The corollary to this moral is the question… what on earth are all the athletes doing who are failing to succeed in sport yet have been training for years on end?
Well the answer to that is simple: if you, your swim coach, your own philosophy is that training hard, pushing yourself to hurt, “no pain, no gain” is the path to success, to excellence in sport, to mastery of movement… then you will find yourself constantly beaten in competition, passed by competitors who you believe aren’t as capable as you, aren’t as worthy as you, and over time, your frustration, disappointment, will build into anger, even hate.
In the end, you will come to think that there is something wrong with you, when there isn’t.
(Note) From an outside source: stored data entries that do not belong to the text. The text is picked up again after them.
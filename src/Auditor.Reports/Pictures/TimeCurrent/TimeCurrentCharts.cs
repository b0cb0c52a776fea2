using Auditor.Documents;
using Auditor.Engine.RuleSets;

namespace Auditor.Reports.Pictures.TimeCurrent;

/// <summary>
/// Chooses the circuits whose time-current charts a reader wants first: by the gravest finding of the clause types that a chart speaks of, then
/// by the least margin. What is left out is said with the first chart.
/// </summary>
/// <param name="scene">The audit.</param>
/// <param name="plan">What to show.</param>
internal sealed class TimeCurrentCharts(Scene scene, PicturePlan plan)
{
    /// <summary>The charts, in the order of the design.</summary>
    public IEnumerable<Picture> Draw()
    {
        var types = plan.Settings.Texts("clause-types");
        var most = (int)plan.Settings.Scalar("most")!.Number;
        var known = scene.Circuits.Where(circuit => plan.Number(circuit, "rating") is not null).ToArray();
        var chosen = known.Select(circuit => (Circuit: circuit, Standing: Standing.Of([.. scene.FindingsOf(circuit).Where(finding => types.Contains(finding.Rule.Clause.Type))])))
            .OrderBy(pair => pair.Standing.Gravity).ThenBy(pair => pair.Standing.Tightest is { } tightest ? Standing.Margin(tightest) : double.PositiveInfinity)
            .Take(most).Select(pair => pair.Circuit).ToHashSet();
        var left = LeftOut(known.Length - chosen.Count, scene.Circuits.Count - known.Length);
        return scene.Circuits.Index().Where(entry => chosen.Contains(entry.Item))
            .Select((entry, number) => new TimeCurrentChart(scene, plan, entry.Item, $"{plan.Id}-{entry.Index + 1}").Draw(number == 0 ? left : ""));
    }

    private static string LeftOut(int lessGrave, int unknown) => string.Join(' ', new[]
    {
        lessGrave > 0 ? $"{lessGrave} circuits with less grave findings and greater margins have no chart." : "",
        unknown > 0 ? $"{unknown} circuits whose device has no stated rating have no chart." : "",
    }.Where(text => text.Length > 0));
}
You are fine, your approach to sport was incorrect.
Hammer at sport as if its something that needs to be broken, and you will only end up breaking yourself.
If you are not studying sport as if its a language, if you are attacking it like its an obstacle course that has to be beaten into submission, then the only thing that will end up beaten is you. You will eventually quit sport either because of a lack of progress, or because of beating yourself up constantly… you will quit because of injury or illness, or even a chronic disease which manifested as a result of your self inflicted torture.
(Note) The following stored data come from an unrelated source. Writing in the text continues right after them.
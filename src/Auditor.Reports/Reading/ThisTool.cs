namespace Auditor.Reports.Reading;

/// <summary>How the program calls itself in files for other programs.</summary>
internal static class ThisTool
{
    /// <summary>Its name.</summary>
    public const string Name = "auditor";

    /// <summary>Its version: three numbers.</summary>
    public static string Version { get; } = typeof(ThisTool).Assembly.GetName().Version!.ToString(3);
}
Study sport. Study movement. Gain an understanding, an appreciation, an awareness, respect of how you move, what movement is efficient and what isn’t, how to change and modify movement to make it more efficient, study… study… practice… practice… and then practice more and sport will reveal itself to you.
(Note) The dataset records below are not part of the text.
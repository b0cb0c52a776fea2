using Auditor.Documents;
using Auditor.Engine.Departures;
using Auditor.Engine.Installation;
using Auditor.Engine.RuleSets;
using Auditor.Formulas.Values;

namespace Auditor.Engine.Findings;

/// <summary>What one rule says of one subject of a design.</summary>
public sealed class Finding
{
    private string? _message;

    internal Finding(Rule rule, DesignSubject subject, Judgement judgement, Departure? departure = null)
    {
        Rule = rule;
        Subject = subject;
        Judgement = judgement;
        Departure = departure;
        Verdict = departure is null ? judgement.Verdict!.Value : Verdict.Departed;
    }

    /// <summary>The rule.</summary>
    public Rule Rule { get; }

    /// <summary>The subject.</summary>
    public DesignSubject Subject { get; }

    /// <summary>Value, limits, margin and what is missing.</summary>
    public Judgement Judgement { get; }

    /// <summary>The departure in force that accepts it; null for none.</summary>
    public Departure? Departure { get; }

    /// <summary>The verdict.</summary>
    public Verdict Verdict { get; }

    /// <summary>Stable key: it depends on the rule and the subject alone.</summary>
    public string Key => $"{Rule.Id}:{Subject.Key}";

    /// <summary>Whether the verdict hangs on an input marked as assumed.</summary>
    public bool OnAssumption => Judgement.Marks.HasFlag(Marks.Assumed);

    /// <summary>Whether the verdict hangs on a figure entered from memory.</summary>
    public bool FromMemory => Judgement.Marks.HasFlag(Marks.FromMemory);

    /// <summary>The verdict in words, with the assumption that it hangs on.</summary>
    public string VerdictText => Verdict == Verdict.Conforms && OnAssumption ? "conforms, on assumption" : Verdict.Word();

    /// <summary>The value as shown; empty where nothing is compared.</summary>
    public string ValueShown => Rule.Check.How == CheckKind.Require ? "" : ValueText.Show(Judgement.Value, Rule.Check.Unit);

    /// <summary>The limit as shown, with its sense; empty where nothing is compared.</summary>
    public string LimitShown => LimitText.Show(Rule.Check, Judgement);

    /// <summary>Distance to the limit in the unit of the value; null where nothing was measured.</summary>
    public string? MarginShown => Judgement.Margin is { } margin ? ValueText.ShowNumber(margin.Absolute, MarginUnit.Of(Rule.Check.Unit!)) : null;

    /// <summary>The sentence of the finding.</summary>
    public string Message => _message ??= SentenceWriter.Write(this);

    /// <summary>Where in the design to look: the first input that can put it right, else the subject itself.</summary>
    public SourceSpan Location => FindingPlace.Of(this);
}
Athletes Who Changed Sports, and Continued to Succeed
Michael Woods was a Canadian middle distance track & field runner but was dealing constantly with lower leg injuries which prevented him from truly rising to his potential in the sport of running. So Woods switched to cycling… and now rides as a professional on the Cannondale (EF) Education First WorldTour Team (formerly Cannondale Drapac), in 2015 he won a stage in the Tour of Utah, in 2017 he finished 7th Overall in the Vuelta a Espana, and this year took 2nd place Overall in the Spring Classic Liège–Bastogne–Liège. Click here for an article on his 2nd place finish @Velonews.com
Primoz Roglic was a ski jumper, the 2007 Junior World Champion and an Olympian representing Slovenia at the 2010 Winter Games. Roglic now rides for UCI WorldTour team Lotto-Jumbo and in 2018 has taken 1st place in both the Tour de Romandie and Tour of the Basque Country. Click here for an article on his 1st place finish in the Tour de Romandie @Velonews.com
Gwen Jorgensen went undefeated in the ITU 2015 Triathlon season. At the 2016 Rio Olympics, Jorgensen won gold in triathlon and then she stopped to have a baby. Having hit the pinnacle in triathlon, she decided it was time to give it a go in another sport: running, specifically in the marathon. But Jorgensen is not just giving running a go, her goal is Olympic gold in the marathon. But her journey for Olympic gold doesn’t start in lofty places, it starts with a humble beginning of realizing that she has a long way to go.
When you realize that sport is a language, then when you hit an impasse in one sport, you know that it doesn’t have to signify the end of your athletic career. Athletes who have studied sport as a language know that they can translate their skills to other sports, and knowing the process of gaining sport specific technique have no fears over learning the technique of yet another sport. In fact, that is what makes them professional athletes… isn’t it.